Using NMR experiments, we observed that β1 CT peptide causes substantial shifts upon interaction with FLNA repeat 21. Furthermore, by NMR, we confirmed binding of R9 conjugated migfilin peptides to FLN repeat 21 and found that the spectral shifts were very similar to the CR7 conjugated migfilin cell permeable peptides and, that the R9 conjugated peptide induced significant (p<0.05) activation of integrin αIIbβ3 in platelets as measured with the activation specific mAb PAC1 as compared to the MT peptide (Fig. S1) and platelet aggregation (not shown). The differential in the PAC-1 binding induced by the WT and MT peptide was greater at 50 µM compared to 10 µM, and this concentration was used to test the effects of the peptides on activation of integrins in HUVECs and circulating blood cells. As shown in Fig. 3A, WT peptide induced significantly higher (p<0.05) activation of β1 integrins than the MT peptide in HUVECs as measured by binding of the β1 activation specific mAb, HUTS-4. Blockade of αVβ3 integrin by LM609 antibody prevented fibrinogen binding of HUVECs treated with migfilin peptides (data not shown) further confirming that migfilin peptides target integrin activation. Thus, the WT migfilin peptide induced substantial activation of both β1 and β3 integrins in HUVEC.

Figure 3. Integrin activation of β1 and β2 integrins with MT and WT migfilin peptides.

(A) HUVECS or (B) human neutrophils were treated with 50 µM wild type (WT) and mutant (MT) migfilin peptides for 5 min at 37°C. Using flow cytometry, HUTS-4 binding or CBRM1/5 binding was then measured to evaluate the extent of β1 or β2 integrin activation, respectively. Data are representative of 3 independent experiments. Values are means± S.E * denotes p<0.05. As a positive control Mn2+ was again used for β1 integrin activation assay.
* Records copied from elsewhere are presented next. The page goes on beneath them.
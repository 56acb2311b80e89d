"""The one list of channel-name spellings the importers recognise, and the ones they refuse.

Header conventions seen in logger and acquisition exports (common practice,
no source): phase labels ``A B C``, ``1 2 3`` and ``L1 L2 L3`` name the same
three lines (IEC 60445 letters the AC lines L1, L2, L3, from memory); ``U`` is
the IEC letter for voltage, ``V`` the North American one; a conductor and its
reference are written ``L1-N``, ``A-N``, ``AN``, ``L1-L2``, ``L12``; words
(``Voltage L1``, ``Phase A Voltage``, ``Current L1``) are common too.

`SPELLINGS` is that list.  Each entry is one rule: a pattern on the
normalised name (case, spaces and ``_ - .`` ignored, the words ``Voltage`` /
``Current`` turned into ``V`` / ``I``, ``Phase`` dropped), what it gives, and
examples, each with the channel it must give (a test reads them all).  The
table in ``docs/importing.md`` is rendered from this list by `spelling_table`
(``python -m waveforms.io.spellings`` prints it; a test keeps them equal).

Refused spellings (`REFUSALS`) are names that look like a channel but are
not an instantaneous waveform (``Ia_rms``, ``Va_thd``), reversed
line-to-line pairs (``Vba``: the sign would flip) and a bare conductor
(``L1``) whose unit does not say what it is; `refusal` gives the reason and
what to write in a mapping file instead.
"""

from __future__ import annotations

import dataclasses
import re
from collections.abc import Callable

from ..capture import LL_PAIR

#: Spelling of a voltage or current unit, with an optional prefix (``kV``, ``mA``, ``Volts``, ``ARMS``).
UNIT_RE = re.compile(r"^(?P<prefix>[kKMmuµμ]?)(?P<base>V|A|VOLTS?|AMPS?)(?:RMS)?$", re.IGNORECASE)
#: Time units of a numeric time column, in seconds.
TIME_UNITS = {"s": 1.0, "sec": 1.0, "ms": 1e-3, "us": 1e-6, "µs": 1e-6, "μs": 1e-6, "ns": 1e-9}
_DIGIT = {"1": "A", "2": "B", "3": "C", "A": "A", "B": "B", "C": "C"}
_KIND_WORDS = {"VOLTAGE": "V", "VOLTAGES": "V", "VOLTS": "V", "VOLT": "V", "CURRENT": "I", "CURRENTS": "I",
               "CURR": "I", "AMPS": "I", "AMP": "I"}
_DROP_WORDS = ("PHASE", "PH")
#: Name parts that mark a derived value (not an instantaneous sample).
_DERIVED = ("RMS", "TRMS", "AVG", "AVERAGE", "MEAN", "MIN", "MAX", "PEAK", "PK", "THD", "FUND", "ANGLE", "ANG",
            "MAG", "FREQ", "HZ", "PF", "CREST", "DC")
_DERIVED_GLUED = re.compile(r"^(?:[VUI])(?:RMS|TRMS|AVG|THD|PEAK|MAX|MIN)|(?:RMS|TRMS|AVG|THD|MEAN)$")
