/// One segment with an implicit method, one step at a time: each accepted step is checked
/// (finite and physical), walked with its own dense output, and the segment ends at a located
/// mode change or at `t_stop`.
#[allow(clippy::too_many_arguments)]
fn implicit_segment(
    run: &mut Walk,
    rec: &mut Recorder,
    disc: &Discrete,
    seg: &SegmentStart,
    opts: &SimOptions,
    method: Implicit,
    evals: &Cell<u64>,
    stats: &mut SolverStats,
) -> Result<SegmentEnd, SimError> {
    let plant = run.plant;
    let rhs = StiffRhs {
        plant,
        disc: *disc,
        evals,
        t_stop: seg.t_stop,
    };
    let limits = Limits {
        rtol: opts.rtol,
        atol: opts.atol,
        h_max: opts.max_step_s.min(seg.t_stop - seg.t),
        h0: seg.h_guess,
        max_steps: IMPLICIT_MAX_ATTEMPTS,
        max_newton_iter: IMPLICIT_MAX_NEWTON,
    };
    let fail = |t_s: f64, reason: String, y: &State| SimError::Solver {
        t_s,
        reason,
        state: describe(y),
    };
    /// Why the step loop ended without a segment end.
    enum Halt {
        Failed(SimError),
        /// Too many rejections in a row at this time and state.
        Stalled(f64, Box<State>),
    }
    use Halt::{Failed, Stalled};
    let mut solver = stiff::Segment::start(method, &rhs, seg.t, &seg.y, seg.t_stop, &limits)
        .map_err(|e| fail(seg.t, e, &seg.y))?;
    let mut y_last = seg.y;
    let mut rejected_in_a_row = 0usize;
    let mut h_last = 0.0;
    let outcome = loop {
        let (attempts, t_mark) = run.progress;
        if attempts >= PROGRESS_WINDOW {
            if solver.t() - t_mark < PROGRESS_MIN_S {
                break Err(Failed(fail(
                    solver.t(),
                    format!(
                        "{attempts} step attempts advanced only {:.3e} s (the right-hand side \
                         switches faster than the solver can follow)",
                        solver.t() - t_mark
                    ),
                    &y_last,
                )));
            }
            run.progress = (0, solver.t());
        }
        run.progress.0 += 1;
        let attempt = match solver.attempt(&rhs) {
            Ok(a) => a,
            // The crate's own guards (step-size underflow, singular matrices) also end in a
            // bridge: an explicit method may pass where Newton cannot.
            Err(_) => break Err(Stalled(solver.t(), Box::new(y_last))),
        };
        let Attempt::Accepted { t_prev, t } = attempt else {
            stats.rejected_steps += 1;
            rejected_in_a_row += 1;
            if rejected_in_a_row >= IMPLICIT_BRIDGE_AFTER_REJECTIONS {
                break Err(Stalled(solver.t(), Box::new(y_last)));
            }
            continue;
        };
        stats.accepted_steps += 1;
        h_last = t - t_prev;
        let ys = *solver.y();
        if let Some(what) = unphysical(&ys) {
            break Err(Failed(SimError::Unphysical {
                t_s: t,
                what,
                state: describe(&ys),
            }));
        }
        let (defect_j, moved_j) = step_energy_defect(plant, &y_last, &ys);
        if defect_j.abs() > ENERGY_DEFECT_FACTOR * opts.rtol * moved_j + ENERGY_DEFECT_FLOOR_J {
            // Take the step again from its start, shorter; the solver restarts there.
            stats.energy_retries += 1;
            stats.accepted_steps -= 1;
            stats.rejected_steps += 1;
            rejected_in_a_row += 1;
            if rejected_in_a_row >= IMPLICIT_BRIDGE_AFTER_REJECTIONS {
                break Err(Stalled(t_prev, Box::new(y_last)));
            }
            add_counts(stats, &solver.counts);
            let retry = Limits {
                h0: (t - t_prev) / 8.0,
                h_max: opts.max_step_s.min(seg.t_stop - t_prev),
                ..limits
            };
            match stiff::Segment::start(method, &rhs, t_prev, &y_last, seg.t_stop, &retry) {
                Ok(s) => solver = s,
                Err(_) => break Err(Stalled(t_prev, Box::new(y_last))),
            }
            continue;
        }
        rejected_in_a_row = 0;
        y_last = ys;
        let end = StepEnd {
            t,
            y: ys,
            p: plant.eval(t, &ys, disc),
        };
        let cell = std::cell::RefCell::new(&mut solver);
        let dense = |tq: f64| cell.borrow_mut().dense(tq);
        if let Some((ts, located)) = run.step(disc, t_prev, &end, &dense) {
            // The restart state: the collocation polynomial at ts with the ledger integrated to
            // ts by the same quadrature (so the ledger stays closed across events).
            break Ok((ts, solver.state_at(&rhs, ts), located));
        }
        if t >= seg.t_stop {
            break Ok((seg.t_stop, ys, None));
        }
    };
    add_counts(stats, &solver.counts);
    match outcome {
        Ok((t, y, located)) => Ok(SegmentEnd {
            t,
            y,
            h_last,
            located,
        }),
        Err(Failed(e)) => Err(e),
        Err(Stalled(t, y)) => {
            let y = *y;
            // Hand over to Dopri5 for a short stretch; the next segment is implicit again.
            let t_stop = (t + BRIDGE_S).min(seg.t_stop);
            if t_stop - t <= 1e-12 * t.abs().max(1.0) {
                // Stalled a rounding sliver short of the segment end: that end is reached.
                return Ok(SegmentEnd {
                    t: t_stop,
                    y,
                    h_last,
                    located: None,
                });
            }
            stats.explicit_bridges += 1;
            let bridge = SegmentStart {
                t,
                y,
                t_stop,
                h_guess: 0.0,
            };
            rec.clear();
            explicit_segment(
                run,
                rec,
                disc,
                &bridge,
                opts,
                BRIDGE_MAX_STEPS,
                evals,
                stats,
            )
        }
    }
}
To extend these observations to the β2 integrins in blood neutrophils, we treated human neutrophils with these cell permeable migfilin peptides. As shown in Fig. 3B, the WT peptide induced a response as high as PMA (positive control). The effect of the WT migfilin peptide on αMβ2 activation was also significantly higher (p<0.05) than the MT migfilin peptide. Translocation of αMβ2 from an internal pool to the cell surface occurs when neutrophils are activated with inflammatory stimuli [35], but 50 µM WT migfilin peptide induced only a modest (34% increase) in αM surface expression as assessed by FACS (data not shown). Thus, the measured increase in CBRM1/5 binding (2-fold with respect to resting neutrophils) induced by the peptide is due primarily to activation of cell-surface αMβ2 and not due to its translocation to the cell surface. The high affinity of migfilin to FLN [5], [34], [36] makes it difficult to construct a mutant migfilin peptide that will completely abolish FLN-binding, but the mutant migfilin peptide was still substantially less potent in inducing αMβ2 activation than the WT peptide (Fig. 3B).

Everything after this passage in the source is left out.